8.3 Configure Classification Logic
- Double-click the Classification Logic Node
- Configure settings:
ROI Selection
- Select your ROI from the "Inspection Region" dropdown
Confidence Threshold
- Set confidence threshold (typically 70-85%)
- Higher threshold = More strict classification
- Lower threshold = More permissive classification
Target Class Selection
- Choose target class for "pass" results
- Example: Select "Medium" if only medium bits should pass
Multiple ROI Logic (Advanced)
- Add more ROIs if needed
- Choose logic: "Any" or "All" rules must pass
8.4 Example Pass/Fail Configurations
Configuration 1: Size-Specific Pass
ROI: Drill_Bit_ROI
Target Class: Medium
Confidence: 80%
Logic: Pass only medium drill bits
Configuration 2: Size Range Pass
ROI: Drill_Bit_ROI
Target Classes: Medium OR Large
Confidence: 75%
Logic: Pass medium or large bits
Configuration 3: Reject Small Bits
ROI: Drill_Bit_ROI
Target Class: NOT Small
Confidence: 85%
Logic: Fail if classified as small
8.5 Deploy Logic Configuration
- Click
Done
in the top-right corner - Click
Deploy
in the top-right corner of Node-RED editor - Verify deployment success message
Step 9: Final Testing and Validation
9.1 End-to-End Testing
Test the complete inspection workflow:
- Place test objects in the inspection area
- Trigger inspection (manual or automatic)
- Verify results:
- Correct classification displayed
- Proper pass/fail indication
- Consistent timing performance
9.2 Production Validation Checklist
Test Case | Expected Result | ✓ |
---|---|---|
Target class object | Pass result | ☐ |
Non-target class object | Fail result | ☐ |
Empty ROI | Fail result | ☐ |
Partially obscured object | Appropriate confidence level | ☐ |
Poor lighting conditions | Consistent performance | ☐ |
9.3 Performance Optimization
If results aren't satisfactory:
- Add more training images (especially edge cases)
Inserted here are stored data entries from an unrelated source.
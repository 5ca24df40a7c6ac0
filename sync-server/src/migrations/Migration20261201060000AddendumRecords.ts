import { Migration } from '@mikro-orm/migrations';

/**
 * An Addendum from a resolved dispute now reaches tablets as an `addendum` record. The trigger
 * on sync_conflict keeps writing its review_addendum row in the resolving transaction (so none is
 * ever missed); the review module then writes the synced record for each row and notes its id
 * here. Rows written before this migration have none yet and are published the same way.
 */
export class Migration20261201060000AddendumRecords extends Migration {
  override async up(): Promise<void> {
    this.addSql(`alter table "review_addendum" add column "addendum_record_id" uuid null;`);
    this.addSql(
      `create index "review_addendum_unpublished_idx" on "review_addendum" ("at", "id") where "addendum_record_id" is null;`,
    );
  }

  override async down(): Promise<void> {
    this.addSql('drop index if exists "review_addendum_unpublished_idx";');
    this.addSql('alter table "review_addendum" drop column if exists "addendum_record_id";');
  }
}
- Adjust confidence thresholds
- Improve lighting consistency
- Refine ROI positioning
- Retrain with "Accurate" mode
Congratulations!
You've successfully created your first classification model! Your OV20i system can now:
- Automatically identify different drill bit sizes
- Apply pass/fail logic based on classification results
- Provide confidence scores for each classification
- Integrate with production workflows through I/O controls
Next Steps
Now that you've mastered single-ROI classification, consider exploring:
Advanced Classification Techniques
- Multi-ROI classification for complex parts
- Hierarchical classification for detailed categorization
- Combination inspection (classification + defect detection)
Production Integration
- PLC communication for automated sorting
- Data logging for quality tracking
- Recipe management for multiple product lines
Model Optimization
- Transfer learning for similar products
- Active learning for continuous improvement
- Performance monitoring and retraining schedules
🔗 See Also
Troubleshooting Guide
Common Issues and Solutions
Issue | Symptom | Solution |
---|---|---|
Poor accuracy | Classifications frequently wrong | Add more diverse training images |
Slow performance | Long processing times | Reduce ROI size, optimize lighting |
Inconsistent results | Same object gives different results | Improve part positioning, check focus |
False positives | Empty ROI shows classification | Increase confidence threshold |
Training fails | Model won't train successfully | Check image quality, ensure 5+ images per class |
Getting Help
If you encounter issues not covered in this tutorial:
- Check the troubleshooting guides in the documentation
- Review system logs for error messages
- Contact Overview support with:
- Recipe export file
- Sample images showing the issue
- System configuration details
Tutorial Complete! You now have a working classification system ready for production use. Remember to regularly validate performance and retrain your model as needed to maintain accuracy over time.